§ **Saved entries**
------------------------------------------------------------

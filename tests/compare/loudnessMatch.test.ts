import { describe, expect, it } from 'vitest';
import { applyLoudnessMatch } from '../../src/render/loudnessMatch.js';
import { integratedLoudness } from '../../src/dsp/loudness.js';
import { expectClose } from '../helpers/expectClose.js';

const RATE = 48000;

function sine(seconds: number, hz: number, amplitude: number): Float64Array {
  const out = new Float64Array(Math.round(seconds * RATE));
  for (let n = 0; n < out.length; n++) out[n] = amplitude * Math.sin((2 * Math.PI * hz * n) / RATE);
  return out;
}

function peakDbfs(channel: Float64Array): number {
  let peak = 0;
  for (const x of channel) peak = Math.max(peak, Math.abs(x));
  return 20 * Math.log10(peak);
}

describe('applyLoudnessMatch', () => {
  it('brings a 1 kHz sine to the target: a mono sine reads 3.01 dB below its stereo pair', () => {
    // EBU Tech 3341 case: a 1 kHz stereo sine at -23 dBFS (peak) reads -23.0 LUFS, so one channel
    // alone reads -23 - 10 log10(2) = -26.01 LUFS; a mono sine at -18 LUFS has its peak at -14.99 dBFS.
    const channels = [sine(3, 1000, 0.02)];
    const report = applyLoudnessMatch(channels, RATE, { targetLufs: -18, ceilingDbfs: -1 });
    expect(report.ceilingLimited).toBe(false);
    expectClose(peakDbfs(channels[0]), -18 + 10 * Math.log10(2), { atol: 0.05 });
    expectClose(integratedLoudness(channels, RATE), -18, { atol: 0.05 });
    expectClose(report.loudnessAfterLufs ?? NaN, -18, { atol: 1e-9 });
    expectClose(report.gainDb, -18 - (report.loudnessBeforeLufs ?? NaN), { atol: 1e-9 });
    // A sine's crest factor is sqrt(2): 3.01 dB (textbook).
    expectClose(report.crestDb ?? NaN, 10 * Math.log10(2), { atol: 0.01 });
  });

  it('holds a spiky signal under the ceiling and says so', () => {
    // A quiet sine with a full-scale click: reaching -10 LUFS would put the click far above 0 dBFS.
    const channel = sine(2, 440, 0.01);
    channel[48000] = 0.9;
    const report = applyLoudnessMatch([channel], RATE, { targetLufs: -10, ceilingDbfs: -1 });
    expect(report.ceilingLimited).toBe(true);
    expectClose(peakDbfs(channel), -1, { atol: 1e-9 });
    expectClose(report.peakDbfs ?? NaN, -1, { atol: 1e-9 });
    expect(report.loudnessAfterLufs ?? 0).toBeLessThan(-10 - 0.5);
    expectClose(integratedLoudness([channel], RATE), report.loudnessAfterLufs ?? NaN, { atol: 0.01 });
  });

  it('leaves silence untouched and reports no loudness', () => {
    const channel = new Float64Array(RATE);
    const report = applyLoudnessMatch([channel], RATE, { targetLufs: -18, ceilingDbfs: -1 });
    expect(report).toMatchObject({ loudnessBeforeLufs: null, loudnessAfterLufs: null, gainDb: 0, ceilingLimited: false, peakDbfs: null });
    expect(channel.every((x) => x === 0)).toBe(true);
  });
});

------------------------------------------------------------

§ **PROBLEM TO SOLVE**
Search each line of the entries for the string "expectClose", then say how many lines have it. Reply with the number only.

§ **EXERCISE ANSWER**
9